There are several suggested mechanisms for how vitamin D might influence insulin sensitivity. First, vitamin D insufficiency causes parathyroid hormone (PTH) to compensate for decreased calcium absorption, a response that leads to increased intracellular calcium, which may prevent insulin target cells from sensing the intracellular calcium fluxes necessary for insulin action [1]. Studies have shown that increased PTH was associated with impaired glucose tolerance and decreased insulin sensitivity [20]. Second, vitamin D may have an effect on insulin action through stimulating the expression of insulin receptors and enhancing insulin responsiveness for glucose transport [21]. Maestro et al. [22] demonstrated that treatment with 1,25(OH)2D3 for 24 hours increased in a dose-dependent manner the levels of the two major insulin receptor (IR) mRNAs (11 and 8.5 Kb) present in U-937 human promonocytic cells. Third, another study provided a link between VDR and PPAR signaling by identifying PPARδ gene as a primary 1α, 25(OH)2D3 target gene. Meanwhile, PPARδ had an effect on insulin sensitivity [23]. Finally, vitamin D may also be involved in inflammatory response and improve insulin sensitivity by directly modulating the effect of cytokines [24, 25]. Study on serum 25(OH)D and insulin resistance is insufficient in individuals with NGT, instead of prediabetes or participants with IFG [13, 14]. In this study, we observed that vitamin D independently negatively correlated with HOMA-IR after adjustment for possible confounders and those with low serum 25(OH)D levels were at high risk of multiple metabolic disorders. Just as revealed by Harinarayan et al. [26], adequate calcium-vitamin D supplementation might lead to improvement of insulin resistance and metabolism indexes in nondiabetic subjects with vitamin D deficiency.

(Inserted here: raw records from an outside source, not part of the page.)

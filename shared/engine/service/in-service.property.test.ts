import fc from 'fast-check';
import { describe, expect, it } from 'vitest';
import { inService, type ServiceState } from './in-service';
import type { CurvePoints, PartBehaviour } from './part-behaviour';

const RATED_V = 6.3;
const ENDS = ['low', 'nominal', 'high'] as const;
const end = fc.constantFrom(...ENDS);
const class2 = fc.constantFrom('X7R', 'X5R', 'X6S', 'X7T', 'Y5V', 'Z5U', '2R1', '2F4', 'unknown');
const caseCode = fc.constantFrom('01005', '0201', '0402', '0603', '1206', '1812', 'odd');

const curve = (first: number): fc.Arbitrary<CurvePoints> =>
  fc
    .array(
      fc.tuple(fc.double({ min: 0.1, max: 50, noNaN: true }), fc.double({ min: 0.02, max: 2, noNaN: true })),
      {
        minLength: 1,
        maxLength: 6,
      },
    )
    .map((steps) => {
      let x = first;
      return [
        [first, 1] as const,
        ...steps.map(([step, factor]) => {
          x += step;
          return [x, factor] as const;
        }),
      ];
    });
const maybe = <T>(value: fc.Arbitrary<T>) => fc.option(value, { nil: undefined });

const anyPart: fc.Arbitrary<PartBehaviour> = fc.record({
  capacitance_F: fc.double({ min: 20e-12, max: 1e-2, noNaN: true }),
  esr_ohm: fc.double({ min: 0, max: 1, noNaN: true }),
  esl_H: fc.double({ min: 0, max: 1e-8, noNaN: true }),
  technology: maybe(fc.constantFrom('ceramic', 'polymer', 'tantalum', 'aluminium', 'film', 'wood')),
  dielectric: maybe(fc.oneof(class2, fc.constantFrom('C0G', 'NP0', 'U2J', 'M7G'))),
  case: maybe(caseCode),
  tolerance: maybe(fc.constantFrom('F', 'G', 'J', 'K', 'M', 'Z')),
  rated_voltage_V: fc.constantFrom(RATED_V, undefined),
  bias_curve: maybe(curve(0)),
  temperature_curve: maybe(curve(-60)),
  ageing_percent_per_decade: maybe(fc.double({ min: 0, max: 10, noNaN: true })),
  esr_tolerance_percent: maybe(fc.double({ min: 0, max: 90, noNaN: true })),
  esl_tolerance_percent: maybe(fc.double({ min: 0, max: 90, noNaN: true })),
});
const anyState: fc.Arbitrary<ServiceState> = fc.record({
  voltage_V: fc.double({ min: 0, max: RATED_V, noNaN: true }),
  temperature_C: fc.double({ min: -60, max: 150, noNaN: true }),
  age_h: fc.double({ min: 0, max: 1e6, noNaN: true }),
  capacitance: end,
  esr: end,
  esl: end,
});

describe('any part in any service', () => {
  it('has factors above zero whose product is what is left', () => {
    fc.assert(
      fc.property(anyPart, anyState, (part, state) => {
        const values = inService(part, state);
        for (const { factor, basis } of values.factors) {
          expect(factor).toBeGreaterThan(0);
          expect(Number.isFinite(factor)).toBe(true);
          expect(basis).not.toBe('');
        }
        const product = values.factors.reduce((all, one) => all * one.factor, part.capacitance_F);
        expect(values.capacitance_F / product).toBeCloseTo(1, 12);
        expect(values.esr_ohm).toBe(part.esr_ohm * values.esr_factor);
        expect(values.esl_H).toBe(part.esl_H * values.esl_factor);
      }),
      { numRuns: 600, seed: 5 },
    );
  });

  it('is at worst no better than nominal, and at best no worse', () => {
    fc.assert(
      fc.property(anyPart, anyState, (part, state) => {
        const [low, nominal, high] = ENDS.map((all) =>
          inService(part, { ...state, capacitance: all, esr: all, esl: all }),
        );
        for (const value of ['capacitance_F', 'esr_ohm', 'esl_H'] as const) {
          expect(low[value]).toBeLessThanOrEqual(nominal[value]);
          expect(nominal[value]).toBeLessThanOrEqual(high[value]);
        }
      }),
      { numRuns: 600, seed: 6 },
    );
  });

  it('loses capacitance with voltage by the class 2 estimate, more the higher', () => {
    const volts = fc.double({ min: 0, max: RATED_V, noNaN: true });
    fc.assert(
      fc.property(class2, caseCode, volts, volts, (dielectric, size, a, b) => {
        const part: PartBehaviour = {
          capacitance_F: 1e-5,
          esr_ohm: 0.01,
          esl_H: 1e-9,
          technology: 'ceramic',
          dielectric,
          case: size,
          rated_voltage_V: RATED_V,
        };
        const left = (voltage_V: number) =>
          inService(part, {
            voltage_V,
            temperature_C: 25,
            age_h: 1000,
            capacitance: 'nominal',
            esr: 'nominal',
            esl: 'nominal',
          }).capacitance_factor;
        expect(left(Math.max(a, b))).toBeLessThanOrEqual(left(Math.min(a, b)));
        expect(left(RATED_V)).toBeLessThan(0.6);
      }),
      { numRuns: 400, seed: 7 },
    );
  });
});
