import { describe, expect, it } from 'vitest';
import { pathInductance } from '../plane';
import { planeInductance_HPerSquare, planeStrip_H, spreading_H, spreadingBetween_H } from './plane-spreading';

const fault = (field: string) => expect.objectContaining({ name: 'EngineError', field });

describe('plane pair', () => {
  it('has μ₀h a square', () => {
    expect(planeInductance_HPerSquare(1e-4)).toBeCloseTo(1.2566e-10, 14);
    expect(planeStrip_H(1e-4, 0.03, 0.01)).toBeCloseTo(3 * planeInductance_HPerSquare(1e-4), 20);
  });

  it('spreads from ring to ring, and the rings add up', () => {
    expect(spreading_H(1e-4, 1e-3, 1e-3)).toBe(0);
    const parts = spreading_H(1e-4, 1e-4, 1e-3) + spreading_H(1e-4, 1e-3, 2e-2);
    expect(spreading_H(1e-4, 1e-4, 2e-2)).toBeCloseTo(parts, 20);
  });

  it('carries current between two contacts as two spreadings', () => {
    const both = spreading_H(1e-4, 2e-4, 0.01) + spreading_H(1e-4, 3e-3, 0.01);
    expect(spreadingBetween_H(1e-4, 0.01, 2e-4, 3e-3)).toBeCloseTo(both, 20);
    expect(spreadingBetween_H(1e-4, 0.01, 2e-4, 3e-3)).toBe(pathInductance(1e-4, 0.01, 2e-4, 3e-3));
    expect(spreadingBetween_H(1e-4, 0, 2e-4, 3e-3)).toBe(0);
  });

  it('names what it refuses, planes without a gap first of all', () => {
    for (const bad of [0, -1e-4, Number.NaN, Number.POSITIVE_INFINITY]) {
      expect(() => planeInductance_HPerSquare(bad)).toThrow(fault('spacing_m'));
      expect(() => planeStrip_H(bad, 1, 1)).toThrow(fault('spacing_m'));
      expect(() => planeStrip_H(1e-4, bad, 1)).toThrow(fault('length_m'));
      expect(() => planeStrip_H(1e-4, 1, bad)).toThrow(fault('width_m'));
      expect(() => spreading_H(bad, 1e-3, 1e-2)).toThrow(fault('spacing_m'));
      expect(() => spreading_H(1e-4, bad, 1e-2)).toThrow(fault('inner_m'));
      expect(() => spreading_H(1e-4, 1e-3, bad)).toThrow(fault('outer_m'));
      expect(() => spreadingBetween_H(bad, 0.01, 1e-3, 1e-3)).toThrow(fault('spacing_m'));
      expect(() => spreadingBetween_H(1e-4, 0.01, bad, 1e-3)).toThrow(fault('radius1_m'));
      expect(() => spreadingBetween_H(1e-4, 0.01, 1e-3, bad)).toThrow(fault('radius2_m'));
    }
    expect(() => spreadingBetween_H(1e-4, -0.01, 1e-3, 1e-3)).toThrow(fault('distance_m'));
    expect(() => spreading_H(1e-4, 1e-2, 1e-3)).toThrow(fault('outer_m'));
  });
});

Recognizing the importance of vitamin D, vitamin supplement will be emphasized in clinical nursing work. Thus, defining a cutoff value of vitamin D deficiency based on insulin resistance would be significant [27]. Due to ethnic and dietary as well as age differences, different cutoff values may be detected in various regions.

Some limitations need to be noted. The cross-sectional study design used in this study cannot separate the timing of exposure and outcomes. Besides, a large-scale clinical experimental study and rigorous prospective study will be required.

In conclusion, serum 25(OH)D could be regarded as an independent predictor of insulin resistance for Chinese people with NGT. Further studies on 25(OH)D and insulin resistance will provide a new pathway for preventing the progression from normal glucose tolerance to type 2 diabetes.